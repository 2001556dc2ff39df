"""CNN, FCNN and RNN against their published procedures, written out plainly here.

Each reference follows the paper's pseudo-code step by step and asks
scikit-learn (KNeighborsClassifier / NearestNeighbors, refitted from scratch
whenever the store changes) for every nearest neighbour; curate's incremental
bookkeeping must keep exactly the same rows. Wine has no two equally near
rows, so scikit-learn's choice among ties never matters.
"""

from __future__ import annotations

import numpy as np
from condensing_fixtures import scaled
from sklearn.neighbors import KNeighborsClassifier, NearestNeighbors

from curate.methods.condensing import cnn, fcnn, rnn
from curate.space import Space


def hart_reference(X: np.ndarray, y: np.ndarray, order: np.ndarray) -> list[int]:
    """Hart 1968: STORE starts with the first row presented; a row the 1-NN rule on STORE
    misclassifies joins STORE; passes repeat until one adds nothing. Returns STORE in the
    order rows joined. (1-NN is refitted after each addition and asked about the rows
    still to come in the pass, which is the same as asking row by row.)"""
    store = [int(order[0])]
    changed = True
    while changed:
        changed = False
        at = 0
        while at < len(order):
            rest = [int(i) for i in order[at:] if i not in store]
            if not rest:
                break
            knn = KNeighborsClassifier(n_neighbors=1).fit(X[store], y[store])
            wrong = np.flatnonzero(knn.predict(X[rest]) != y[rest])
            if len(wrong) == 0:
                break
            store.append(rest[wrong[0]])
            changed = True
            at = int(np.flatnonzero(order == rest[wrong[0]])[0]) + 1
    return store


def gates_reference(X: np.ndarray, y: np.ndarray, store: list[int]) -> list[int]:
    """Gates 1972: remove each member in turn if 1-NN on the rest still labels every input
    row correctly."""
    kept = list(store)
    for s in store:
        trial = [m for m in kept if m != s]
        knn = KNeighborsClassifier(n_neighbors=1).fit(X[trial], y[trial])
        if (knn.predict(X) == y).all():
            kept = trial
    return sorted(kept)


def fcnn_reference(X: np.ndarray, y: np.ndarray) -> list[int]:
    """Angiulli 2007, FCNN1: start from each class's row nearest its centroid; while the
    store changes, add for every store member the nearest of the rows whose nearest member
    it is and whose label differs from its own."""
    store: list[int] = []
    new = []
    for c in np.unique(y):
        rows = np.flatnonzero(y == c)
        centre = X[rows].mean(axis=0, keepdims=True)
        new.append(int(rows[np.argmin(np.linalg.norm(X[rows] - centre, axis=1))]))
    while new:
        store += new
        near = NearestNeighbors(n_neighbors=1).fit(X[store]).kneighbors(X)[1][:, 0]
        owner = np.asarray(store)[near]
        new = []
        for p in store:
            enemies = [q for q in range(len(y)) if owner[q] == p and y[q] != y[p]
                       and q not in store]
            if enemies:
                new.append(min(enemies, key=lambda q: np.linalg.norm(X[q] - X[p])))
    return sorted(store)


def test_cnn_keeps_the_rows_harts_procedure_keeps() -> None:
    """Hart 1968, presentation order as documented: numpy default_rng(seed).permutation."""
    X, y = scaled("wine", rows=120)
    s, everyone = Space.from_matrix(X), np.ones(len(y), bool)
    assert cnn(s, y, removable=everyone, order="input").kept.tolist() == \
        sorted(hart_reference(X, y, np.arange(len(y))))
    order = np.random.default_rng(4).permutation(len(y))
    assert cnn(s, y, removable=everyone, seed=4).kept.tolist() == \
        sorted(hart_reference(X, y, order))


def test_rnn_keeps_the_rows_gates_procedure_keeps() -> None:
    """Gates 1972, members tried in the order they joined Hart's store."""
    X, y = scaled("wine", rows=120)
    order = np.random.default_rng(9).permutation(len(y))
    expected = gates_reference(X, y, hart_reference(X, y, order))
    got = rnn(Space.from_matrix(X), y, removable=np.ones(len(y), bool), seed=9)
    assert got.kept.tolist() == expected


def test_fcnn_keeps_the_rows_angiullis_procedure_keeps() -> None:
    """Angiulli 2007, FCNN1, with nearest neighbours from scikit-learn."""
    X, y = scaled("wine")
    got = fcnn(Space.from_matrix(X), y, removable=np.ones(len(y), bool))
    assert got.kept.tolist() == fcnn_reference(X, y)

_ _ _ _ _

> Work to complete
Going back to the entries above, set down exactly the lines that begin at the one with "changed = False" and end at the one with "at = int(np.flatnonzero(order", both included, and nothing else.

> Problem solution
        changed = False
        at = 0
        while at < len(order):
            rest = [int(i) for i in order[at:] if i not in store]
            if not rest:
                break
            knn = KNeighborsClassifier(n_neighbors=1).fit(X[store], y[store])
            wrong = np.flatnonzero(knn.predict(X[rest]) != y[rest])
            if len(wrong) == 0:
                break
            store.append(rest[wrong[0]])
            changed = True
            at = int(np.flatnonzero(order == rest[wrong[0]])[0]) + 1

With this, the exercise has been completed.